→ **REQUIRED WORK**
Each line in the records below, from the one that contains "assert len(p) == len(values)" to the one that contains "full-width G8 V", should be reproduced exactly, the first and last included.

→ **RECORD SET**
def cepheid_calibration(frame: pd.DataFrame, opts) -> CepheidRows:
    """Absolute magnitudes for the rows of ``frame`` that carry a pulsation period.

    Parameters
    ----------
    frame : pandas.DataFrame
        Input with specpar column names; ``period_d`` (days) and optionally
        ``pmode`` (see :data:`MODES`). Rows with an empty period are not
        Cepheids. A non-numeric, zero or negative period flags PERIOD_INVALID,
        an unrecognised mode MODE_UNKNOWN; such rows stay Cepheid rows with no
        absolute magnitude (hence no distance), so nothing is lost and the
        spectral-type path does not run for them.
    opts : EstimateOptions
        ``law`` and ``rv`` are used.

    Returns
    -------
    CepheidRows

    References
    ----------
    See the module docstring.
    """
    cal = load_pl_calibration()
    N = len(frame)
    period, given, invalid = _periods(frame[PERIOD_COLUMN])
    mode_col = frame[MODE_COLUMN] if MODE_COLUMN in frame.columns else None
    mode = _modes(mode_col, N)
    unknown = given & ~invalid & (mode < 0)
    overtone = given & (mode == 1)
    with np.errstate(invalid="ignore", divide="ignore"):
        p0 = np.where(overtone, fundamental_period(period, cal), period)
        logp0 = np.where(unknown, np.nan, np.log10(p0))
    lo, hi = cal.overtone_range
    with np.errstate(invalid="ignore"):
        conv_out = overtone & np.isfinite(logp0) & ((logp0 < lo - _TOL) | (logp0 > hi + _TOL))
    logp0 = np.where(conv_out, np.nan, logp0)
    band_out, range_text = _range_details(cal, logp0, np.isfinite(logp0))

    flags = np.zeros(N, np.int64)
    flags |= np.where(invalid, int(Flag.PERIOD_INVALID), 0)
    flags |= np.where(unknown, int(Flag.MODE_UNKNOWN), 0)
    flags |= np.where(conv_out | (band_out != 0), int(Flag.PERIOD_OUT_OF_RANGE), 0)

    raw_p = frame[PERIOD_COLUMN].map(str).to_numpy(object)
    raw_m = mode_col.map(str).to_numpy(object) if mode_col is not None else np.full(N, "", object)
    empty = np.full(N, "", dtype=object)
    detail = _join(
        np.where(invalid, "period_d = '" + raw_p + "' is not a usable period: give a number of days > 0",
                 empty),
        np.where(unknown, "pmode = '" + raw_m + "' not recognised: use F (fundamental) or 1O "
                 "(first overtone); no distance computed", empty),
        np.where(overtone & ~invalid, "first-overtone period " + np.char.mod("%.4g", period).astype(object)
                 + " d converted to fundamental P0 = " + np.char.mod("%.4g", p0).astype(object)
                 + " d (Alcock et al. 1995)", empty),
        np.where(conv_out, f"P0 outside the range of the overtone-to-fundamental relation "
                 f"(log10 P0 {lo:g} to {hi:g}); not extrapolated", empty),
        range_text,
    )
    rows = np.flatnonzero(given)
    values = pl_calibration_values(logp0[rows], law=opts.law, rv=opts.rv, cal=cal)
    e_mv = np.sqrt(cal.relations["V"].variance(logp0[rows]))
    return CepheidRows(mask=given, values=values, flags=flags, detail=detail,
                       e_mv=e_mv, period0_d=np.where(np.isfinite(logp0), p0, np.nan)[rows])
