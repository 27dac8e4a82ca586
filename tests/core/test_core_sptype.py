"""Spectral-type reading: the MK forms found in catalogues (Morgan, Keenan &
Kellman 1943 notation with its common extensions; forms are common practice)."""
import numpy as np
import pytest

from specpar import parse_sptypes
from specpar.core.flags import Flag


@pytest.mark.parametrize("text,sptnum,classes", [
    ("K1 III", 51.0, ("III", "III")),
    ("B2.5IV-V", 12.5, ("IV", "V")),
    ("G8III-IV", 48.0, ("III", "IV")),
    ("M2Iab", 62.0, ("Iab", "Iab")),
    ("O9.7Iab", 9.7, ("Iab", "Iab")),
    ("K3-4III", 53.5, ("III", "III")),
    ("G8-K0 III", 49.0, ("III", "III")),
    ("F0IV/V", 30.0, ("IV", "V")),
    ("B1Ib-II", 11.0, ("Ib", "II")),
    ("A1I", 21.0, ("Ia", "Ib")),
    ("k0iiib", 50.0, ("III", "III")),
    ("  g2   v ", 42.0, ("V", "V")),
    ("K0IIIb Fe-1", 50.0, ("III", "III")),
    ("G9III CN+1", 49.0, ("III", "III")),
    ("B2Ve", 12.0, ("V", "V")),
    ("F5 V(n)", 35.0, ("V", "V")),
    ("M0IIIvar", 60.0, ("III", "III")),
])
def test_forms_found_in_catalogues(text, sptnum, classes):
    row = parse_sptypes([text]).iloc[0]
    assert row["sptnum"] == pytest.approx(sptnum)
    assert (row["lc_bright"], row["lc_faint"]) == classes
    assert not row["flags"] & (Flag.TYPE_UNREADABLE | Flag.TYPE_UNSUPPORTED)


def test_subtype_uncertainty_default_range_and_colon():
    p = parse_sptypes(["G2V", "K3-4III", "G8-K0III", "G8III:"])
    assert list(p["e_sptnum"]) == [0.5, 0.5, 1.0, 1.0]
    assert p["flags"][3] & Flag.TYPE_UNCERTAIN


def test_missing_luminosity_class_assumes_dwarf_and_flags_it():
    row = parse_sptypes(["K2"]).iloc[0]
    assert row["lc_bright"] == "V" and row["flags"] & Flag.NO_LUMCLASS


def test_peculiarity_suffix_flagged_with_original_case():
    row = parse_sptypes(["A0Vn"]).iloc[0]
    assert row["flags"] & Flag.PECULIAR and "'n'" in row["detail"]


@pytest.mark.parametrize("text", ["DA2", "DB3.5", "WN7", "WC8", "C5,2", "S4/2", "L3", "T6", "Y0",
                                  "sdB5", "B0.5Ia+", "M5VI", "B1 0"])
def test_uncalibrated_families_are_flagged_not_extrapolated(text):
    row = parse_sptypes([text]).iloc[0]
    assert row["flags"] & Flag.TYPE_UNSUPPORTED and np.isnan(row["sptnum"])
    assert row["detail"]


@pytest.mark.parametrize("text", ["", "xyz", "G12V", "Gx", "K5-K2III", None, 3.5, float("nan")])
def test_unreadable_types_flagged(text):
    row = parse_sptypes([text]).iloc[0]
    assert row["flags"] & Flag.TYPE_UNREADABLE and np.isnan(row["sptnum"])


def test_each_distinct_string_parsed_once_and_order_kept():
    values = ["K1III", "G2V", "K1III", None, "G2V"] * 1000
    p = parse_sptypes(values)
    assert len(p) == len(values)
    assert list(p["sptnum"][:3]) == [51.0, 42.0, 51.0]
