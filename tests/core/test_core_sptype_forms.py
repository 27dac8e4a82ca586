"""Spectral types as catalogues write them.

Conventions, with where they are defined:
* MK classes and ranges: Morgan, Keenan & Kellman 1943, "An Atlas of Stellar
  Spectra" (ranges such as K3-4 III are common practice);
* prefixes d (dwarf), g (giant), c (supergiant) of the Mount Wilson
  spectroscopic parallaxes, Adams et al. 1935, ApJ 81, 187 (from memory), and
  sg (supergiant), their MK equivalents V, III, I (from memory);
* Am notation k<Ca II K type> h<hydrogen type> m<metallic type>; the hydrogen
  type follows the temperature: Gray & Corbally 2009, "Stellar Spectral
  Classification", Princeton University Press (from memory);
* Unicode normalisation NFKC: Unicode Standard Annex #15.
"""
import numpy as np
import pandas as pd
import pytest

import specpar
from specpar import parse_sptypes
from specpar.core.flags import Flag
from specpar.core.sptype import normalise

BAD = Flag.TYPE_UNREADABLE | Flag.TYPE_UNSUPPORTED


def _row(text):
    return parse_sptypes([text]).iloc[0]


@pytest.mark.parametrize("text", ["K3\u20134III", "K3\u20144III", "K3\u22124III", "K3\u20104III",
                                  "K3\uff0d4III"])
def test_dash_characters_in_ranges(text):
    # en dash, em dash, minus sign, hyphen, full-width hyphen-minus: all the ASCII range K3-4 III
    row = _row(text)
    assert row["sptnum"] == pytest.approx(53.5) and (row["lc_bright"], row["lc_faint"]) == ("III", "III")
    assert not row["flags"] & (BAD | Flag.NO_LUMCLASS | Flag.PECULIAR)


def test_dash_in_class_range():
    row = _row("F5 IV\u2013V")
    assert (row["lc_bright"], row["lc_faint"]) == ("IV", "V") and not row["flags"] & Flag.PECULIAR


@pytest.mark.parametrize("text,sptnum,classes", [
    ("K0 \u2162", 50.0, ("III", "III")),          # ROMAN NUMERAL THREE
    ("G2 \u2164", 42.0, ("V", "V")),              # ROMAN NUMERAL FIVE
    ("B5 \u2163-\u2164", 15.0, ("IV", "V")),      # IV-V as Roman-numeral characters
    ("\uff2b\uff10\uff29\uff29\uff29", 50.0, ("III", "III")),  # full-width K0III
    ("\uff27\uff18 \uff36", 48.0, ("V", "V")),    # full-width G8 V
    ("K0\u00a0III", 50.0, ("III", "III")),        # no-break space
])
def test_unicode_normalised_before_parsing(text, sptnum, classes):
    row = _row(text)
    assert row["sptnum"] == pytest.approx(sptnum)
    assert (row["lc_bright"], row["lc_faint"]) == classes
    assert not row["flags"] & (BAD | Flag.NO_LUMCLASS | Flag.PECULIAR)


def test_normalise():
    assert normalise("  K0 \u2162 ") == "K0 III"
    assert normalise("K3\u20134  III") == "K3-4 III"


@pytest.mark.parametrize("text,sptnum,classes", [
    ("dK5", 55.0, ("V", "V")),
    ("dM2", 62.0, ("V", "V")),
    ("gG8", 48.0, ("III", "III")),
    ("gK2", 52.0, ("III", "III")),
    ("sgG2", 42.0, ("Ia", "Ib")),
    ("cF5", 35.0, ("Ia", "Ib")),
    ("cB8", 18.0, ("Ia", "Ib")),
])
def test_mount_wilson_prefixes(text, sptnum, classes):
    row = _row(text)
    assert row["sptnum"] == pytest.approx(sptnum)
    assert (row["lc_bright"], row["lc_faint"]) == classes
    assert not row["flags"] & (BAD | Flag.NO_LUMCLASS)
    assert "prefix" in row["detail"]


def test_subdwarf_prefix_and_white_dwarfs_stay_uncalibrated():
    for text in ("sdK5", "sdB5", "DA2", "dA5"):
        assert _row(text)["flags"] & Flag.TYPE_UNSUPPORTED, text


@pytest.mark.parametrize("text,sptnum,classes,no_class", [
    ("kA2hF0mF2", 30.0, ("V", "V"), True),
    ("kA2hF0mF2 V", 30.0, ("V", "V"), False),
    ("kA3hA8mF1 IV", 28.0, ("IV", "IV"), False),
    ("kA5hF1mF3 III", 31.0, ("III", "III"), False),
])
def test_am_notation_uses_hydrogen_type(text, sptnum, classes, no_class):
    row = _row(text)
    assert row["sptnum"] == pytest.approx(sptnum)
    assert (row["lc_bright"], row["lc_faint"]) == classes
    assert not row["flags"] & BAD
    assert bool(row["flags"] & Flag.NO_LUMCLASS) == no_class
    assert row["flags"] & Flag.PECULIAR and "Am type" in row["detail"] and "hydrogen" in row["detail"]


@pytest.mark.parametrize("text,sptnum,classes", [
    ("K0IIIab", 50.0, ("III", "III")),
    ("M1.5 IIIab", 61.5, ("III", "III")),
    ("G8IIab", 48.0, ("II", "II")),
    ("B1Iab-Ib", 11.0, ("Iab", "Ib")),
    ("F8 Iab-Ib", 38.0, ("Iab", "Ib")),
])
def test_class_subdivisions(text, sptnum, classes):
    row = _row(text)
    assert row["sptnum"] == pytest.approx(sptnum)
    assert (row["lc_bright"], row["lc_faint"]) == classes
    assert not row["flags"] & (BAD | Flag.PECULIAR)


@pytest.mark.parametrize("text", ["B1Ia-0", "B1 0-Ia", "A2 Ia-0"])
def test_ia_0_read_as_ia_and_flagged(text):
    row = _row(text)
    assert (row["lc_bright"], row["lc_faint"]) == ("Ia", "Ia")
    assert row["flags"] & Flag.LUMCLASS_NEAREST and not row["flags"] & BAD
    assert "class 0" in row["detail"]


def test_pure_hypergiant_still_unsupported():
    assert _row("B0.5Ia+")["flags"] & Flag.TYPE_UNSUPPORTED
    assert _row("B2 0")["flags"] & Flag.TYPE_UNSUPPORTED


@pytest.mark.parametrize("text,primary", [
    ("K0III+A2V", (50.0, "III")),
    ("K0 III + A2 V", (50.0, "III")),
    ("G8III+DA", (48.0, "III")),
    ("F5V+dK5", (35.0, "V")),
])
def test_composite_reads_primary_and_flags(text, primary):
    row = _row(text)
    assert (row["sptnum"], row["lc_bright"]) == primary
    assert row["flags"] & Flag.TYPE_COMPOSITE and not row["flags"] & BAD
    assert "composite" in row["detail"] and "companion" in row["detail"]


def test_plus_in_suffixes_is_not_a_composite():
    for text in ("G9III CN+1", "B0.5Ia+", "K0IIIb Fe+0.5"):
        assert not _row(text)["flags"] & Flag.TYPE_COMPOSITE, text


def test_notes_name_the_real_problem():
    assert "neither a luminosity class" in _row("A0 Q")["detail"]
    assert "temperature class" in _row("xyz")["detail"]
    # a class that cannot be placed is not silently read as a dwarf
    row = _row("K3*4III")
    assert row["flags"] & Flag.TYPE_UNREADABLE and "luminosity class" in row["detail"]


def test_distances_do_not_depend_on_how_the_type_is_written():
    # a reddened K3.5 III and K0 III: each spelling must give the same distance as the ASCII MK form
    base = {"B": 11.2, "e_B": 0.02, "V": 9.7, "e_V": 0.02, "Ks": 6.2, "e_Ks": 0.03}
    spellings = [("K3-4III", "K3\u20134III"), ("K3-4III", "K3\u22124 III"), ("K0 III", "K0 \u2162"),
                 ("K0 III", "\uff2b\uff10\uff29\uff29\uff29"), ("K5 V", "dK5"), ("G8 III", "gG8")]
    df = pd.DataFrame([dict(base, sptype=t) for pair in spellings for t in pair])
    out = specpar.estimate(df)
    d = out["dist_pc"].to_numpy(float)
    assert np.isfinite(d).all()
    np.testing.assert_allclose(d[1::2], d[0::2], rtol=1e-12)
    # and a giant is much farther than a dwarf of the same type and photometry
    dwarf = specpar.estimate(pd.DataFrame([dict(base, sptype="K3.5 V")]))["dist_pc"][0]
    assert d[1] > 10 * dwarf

→ **THE COMPLETED TASK**
    assert len(p) == len(values)
    assert list(p["sptnum"][:3]) == [51.0, 42.0, 51.0]
filename tests/core/test_core_sptype_forms.py
repository 27dac8e4a82ca586
"""Spectral types as catalogues write them.

Conventions, with where they are defined:
* MK classes and ranges: Morgan, Keenan & Kellman 1943, "An Atlas of Stellar
  Spectra" (ranges such as K3-4 III are common practice);
* prefixes d (dwarf), g (giant), c (supergiant) of the Mount Wilson
  spectroscopic parallaxes, Adams et al. 1935, ApJ 81, 187 (from memory), and
  sg (supergiant), their MK equivalents V, III, I (from memory);
* Am notation k<Ca II K type> h<hydrogen type> m<metallic type>; the hydrogen
  type follows the temperature: Gray & Corbally 2009, "Stellar Spectral
  Classification", Princeton University Press (from memory);
* Unicode normalisation NFKC: Unicode Standard Annex #15.
"""
import numpy as np
import pandas as pd
import pytest

import specpar
from specpar import parse_sptypes
from specpar.core.flags import Flag
from specpar.core.sptype import normalise

BAD = Flag.TYPE_UNREADABLE | Flag.TYPE_UNSUPPORTED


def _row(text):
    return parse_sptypes([text]).iloc[0]


@pytest.mark.parametrize("text", ["K3\u20134III", "K3\u20144III", "K3\u22124III", "K3\u20104III",
                                  "K3\uff0d4III"])
def test_dash_characters_in_ranges(text):
    # en dash, em dash, minus sign, hyphen, full-width hyphen-minus: all the ASCII range K3-4 III
    row = _row(text)
    assert row["sptnum"] == pytest.approx(53.5) and (row["lc_bright"], row["lc_faint"]) == ("III", "III")
    assert not row["flags"] & (BAD | Flag.NO_LUMCLASS | Flag.PECULIAR)


def test_dash_in_class_range():
    row = _row("F5 IV\u2013V")
    assert (row["lc_bright"], row["lc_faint"]) == ("IV", "V") and not row["flags"] & Flag.PECULIAR


@pytest.mark.parametrize("text,sptnum,classes", [
    ("K0 \u2162", 50.0, ("III", "III")),          # ROMAN NUMERAL THREE
    ("G2 \u2164", 42.0, ("V", "V")),              # ROMAN NUMERAL FIVE
    ("B5 \u2163-\u2164", 15.0, ("IV", "V")),      # IV-V as Roman-numeral characters
    ("\uff2b\uff10\uff29\uff29\uff29", 50.0, ("III", "III")),  # full-width K0III
    ("\uff27\uff18 \uff36", 48.0, ("V", "V")),    # full-width G8 V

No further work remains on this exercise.